RAPTOR: Recursive Abstractive Processing for Tree-Organized Retrieval
- URL: http://arxiv.org/abs/2401.18059v1
- Date: Wed, 31 Jan 2024 18:30:21 GMT
- Title: RAPTOR: Recursive Abstractive Processing for Tree-Organized Retrieval
- Authors: Parth Sarthi, Salman Abdullah, Aditi Tuli, Shubh Khanna, Anna Goldie,
Christopher D. Manning
- Abstract summary: We introduce the novel approach of embedding, clustering, and summarizing chunks of text, constructing a tree with differing levels of summarization from the bottom up.
At inference time, our RAPTOR model retrieves from this tree, integrating information across lengthy documents at different levels of abstraction.
- Score: 26.527911244587134
- License: http://creativecommons.org/licenses/by/4.0/
- Abstract: Retrieval-augmented language models can better adapt to changes in world
state and incorporate long-tail knowledge. However, most existing methods
retrieve only short contiguous chunks from a retrieval corpus, limiting
holistic understanding of the overall document context. We introduce the novel
approach of recursively embedding, clustering, and summarizing chunks of text,
constructing a tree with differing levels of summarization from the bottom up.

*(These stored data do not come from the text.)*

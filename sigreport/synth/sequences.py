"""Per-tissue noiseless signal of one series, from the tissue table and the series' parameters."""

from __future__ import annotations

from dataclasses import dataclass

from sigreport.synth import physics
from sigreport.synth.scenario import SeriesPlan
from sigreport.synth.tissues import TissueTable


@dataclass(frozen=True)
class ResolvedSeries:
    """A series plan with its inversion time worked out (``None`` without inversion)."""

    plan: SeriesPlan
    ti_ms: float | None


def resolve_ti(plan: SeriesPlan, table: TissueTable) -> ResolvedSeries:
    """Set TI from ``ti_null`` with the finite-TR null-point formula, else keep ``ti_ms``."""
    if plan.ti_null is not None:
        t1 = table.get(plan.ti_null).t1_ms
        return ResolvedSeries(plan, physics.null_inversion_time(t1, tr_ms=plan.tr_ms))
    return ResolvedSeries(plan, plan.ti_ms)


def tissue_signals(
    series: ResolvedSeries, table: TissueTable, *, fat_sat_failed: bool = False
) -> dict[str, float]:
    """The noiseless signal of every tissue on ``series``.

    Post-contrast series shorten T1 and T2 with the agent's relaxivities where the tissue holds
    agent; fat-saturated series keep ``table.fat_sat_residual`` of fat (``fat_sat_failed``: the
    failed residual); flowing blood gives no signal (flow void).
    """
    plan = series.plan
    out: dict[str, float] = {}
    for name, tissue in table.tissues.items():
        if tissue.pd == 0.0 or tissue.flow_void:
            out[name] = 0.0
            continue
        t1, t2 = tissue.t1_ms, tissue.t2_ms
        if plan.contrast and tissue.gd_mmol_l > 0:
            t1 = float(physics.relaxation_with_contrast(t1, tissue.gd_mmol_l, table.r1_l_mmol_s))
            t2 = float(physics.relaxation_with_contrast(t2, tissue.gd_mmol_l, table.r2_l_mmol_s))
        if plan.sequence in ("SE", "TSE"):
            s = physics.spin_echo(tissue.pd, t1, t2, tr_ms=plan.tr_ms, te_ms=plan.te_ms)
        elif plan.sequence == "IR":
            assert series.ti_ms is not None
            s = physics.inversion_recovery(
                tissue.pd, t1, t2, tr_ms=plan.tr_ms, te_ms=plan.te_ms, ti_ms=series.ti_ms
            )
        else:
            t2s = physics.t2_star(t2, table.r2_prime_per_s)
            assert plan.flip_deg is not None
            s = physics.spoiled_gradient_echo(
                tissue.pd, t1, t2s, tr_ms=plan.tr_ms, te_ms=plan.te_ms, flip_deg=plan.flip_deg
            )
        value = float(s)
        if plan.fat_sat and tissue.fat:
            value *= table.fat_sat_failed_residual if fat_sat_failed else table.fat_sat_residual
        out[name] = value
    return out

At inference time, our RAPTOR model retrieves from this tree, integrating
information across lengthy documents at different levels of abstraction.
Controlled experiments show that retrieval with recursive summaries offers
significant improvements over traditional retrieval-augmented LMs on several
tasks. On question-answering tasks that involve complex, multi-step reasoning,
we show state-of-the-art results; for example, by coupling RAPTOR retrieval
with the use of GPT-4, we can improve the best performance on the QuALITY
benchmark by 20% in absolute accuracy.